• **Work to be completed**: Across the records below, how many lines include the string "momentum"? State the number and nothing more.

• **Records to process**:
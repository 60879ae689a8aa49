/**
 * Double-Gaussian biphoton, one transverse axis, hbar = 1:
 * psi ~ exp[-(x1-x2)^2/(4 d^2)] exp[-((x1+x2)/2)^2/w^2], w the pump's 1/e^2 intensity radius in the crystal and
 * d = sigma(x1-x2). Law & Eberly, PRL 92, 127903 (2004); Fedorov et al., PRA 69, 052117 (2004); Chan, Torres & Eberly,
 * PRA 75, 050101 (2007), all from memory. Symmetric under r -> 1/r with r = w/d.
 */
export interface DoubleGaussian {
  /** Pump waist w, um. */
  waistUm: number;
  /** d = sigma(x1 - x2), um. */
  deltaUm: number;
}

/** Standard deviations in um (near) and rad/mm (far), without any detector. */
export interface DoubleGaussianWidths {
  xMinusUm: number;
  xPlusUm: number;
  xSingleUm: number;
  xConditionalUm: number;
  kMinusPerMm: number;
  kPlusPerMm: number;
  kSinglePerMm: number;
  kConditionalPerMm: number;
}

const PER_UM_TO_PER_MM = 1e3;

export function doubleGaussianWidths({ waistUm: w, deltaUm: d }: DoubleGaussian): DoubleGaussianWidths {
  return {
    xMinusUm: d,
    // |psi|^2 in x_+ = x1 + x2 is exp(-x_+^2/(2 w^2)).
    xPlusUm: w,
    xSingleUm: Math.hypot(w, d) / 2,
    xConditionalUm: 1 / Math.hypot(1 / d, 1 / w),
    kMinusPerMm: PER_UM_TO_PER_MM / d,
    kPlusPerMm: PER_UM_TO_PER_MM / w,
    kSinglePerMm: (PER_UM_TO_PER_MM * Math.hypot(1 / w, 1 / d)) / 2,
    kConditionalPerMm: PER_UM_TO_PER_MM / Math.hypot(w, d),
  };
}

/** Reid product V(x1|x2) V(k1|k2) = r^2/(1+r^2)^2 = 1/(4 K^2). */
export function reidProduct(r: number): number {
  return (r * r) / (1 + r * r) ** 2;
}

/** Mancini product Var(x1-x2) Var(k1+k2) = 1/r^2. */
export function manciniProduct(r: number): number {
  return 1 / (r * r);
}

/** Schmidt number of one axis, (r + 1/r)/2; also the Fedorov ratio sigma(x1)/sigma(x1|x2). */
export function schmidtNumber(r: number): number {
  return (r + 1 / r) / 2;
}

/**
 * Gaussian stand-ins of sinc(b q^2) ~ exp(-alpha b q^2): a model choice that spreads d by a factor 2.7.
 * `amplitude`: equal 1/e amplitude (Chan, Torres & Eberly 2007, quoted 0.455, from memory); `fwhm`: equal FWHM of the
 * intensity; `momentum`: equal 1-D momentum variance; `position`: equal 1-D position variance (behind Schneeloch &
 * Howell, J. Opt. 18, 053501 (2016), from memory); `overlap`: largest 2-D overlap.
 */
export const sincAlpha = {
  amplitude: 0.4547267104391095,
  fwhm: 0.2490544735679113,
  momentum: 1 / 3,
  position: 9 / 5,
  overlap: 0.7185223270793366,
} as const;

/** d = sqrt(alpha L lambda_p / (2 pi n_p)) in um. L mm, lambda_p nm (vacuum), n_p the pump's index. */
export function crystalDeltaUm(lengthMm: number, pumpNm: number, pumpIndex: number, alpha: number): number {
  return Math.sqrt((alpha * lengthMm * 1e3 * pumpNm * 1e-3) / (2 * Math.PI * pumpIndex));
}

/** Covariance of one arm pair in one plane, crystal units squared. */
export interface PairCovariance {
  v1: number;
  v2: number;
  c: number;
}

/** Near field: um^2, C > 0. */
export function nearCovariance({ waistUm: w, deltaUm: d }: DoubleGaussian): PairCovariance {
  return { v1: (w * w + d * d) / 4, v2: (w * w + d * d) / 4, c: (w * w - d * d) / 4 };
}

/** Far field: (rad/mm)^2, C < 0 for r > 1. */
export function farCovariance({ waistUm: w, deltaUm: d }: DoubleGaussian): PairCovariance {
  const plus = 1e6 / (w * w);
  const minus = 1e6 / (d * d);
  return { v1: (plus + minus) / 4, v2: (plus + minus) / 4, c: (plus - minus) / 4 };
}

/**
 * What pixels make of it: a^2/12 on each coordinate, nothing on the covariance (pixels wider than about twice the
 * narrow width break this). Pitches in crystal units: pitch / M, or farFieldK(pitch).
 */
export function pixelBlurred(truth: PairCovariance, pitch1: number, pitch2: number): PairCovariance {
  return { v1: truth.v1 + pitch1 ** 2 / 12, v2: truth.v2 + pitch2 ** 2 / 12, c: truth.c };
}

/** Var(x1-x2), Var(x1+x2) and both conditional variances of a Gaussian law. */
export interface PairVariances {
  minus: number;
  plus: number;
  /** V(x1|x2) = V1 - C^2/V2. */
  conditional1: number;
  /** V(x2|x1) = V2 - C^2/V1. */
  conditional2: number;
}

export function pairVariances({ v1, v2, c }: PairCovariance): PairVariances {
  return {
    minus: v1 + v2 - 2 * c,
    plus: v1 + v2 + 2 * c,
    conditional1: v1 - (c * c) / v2,
    conditional2: v2 - (c * c) / v1,
  };
}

• **Response area**: 2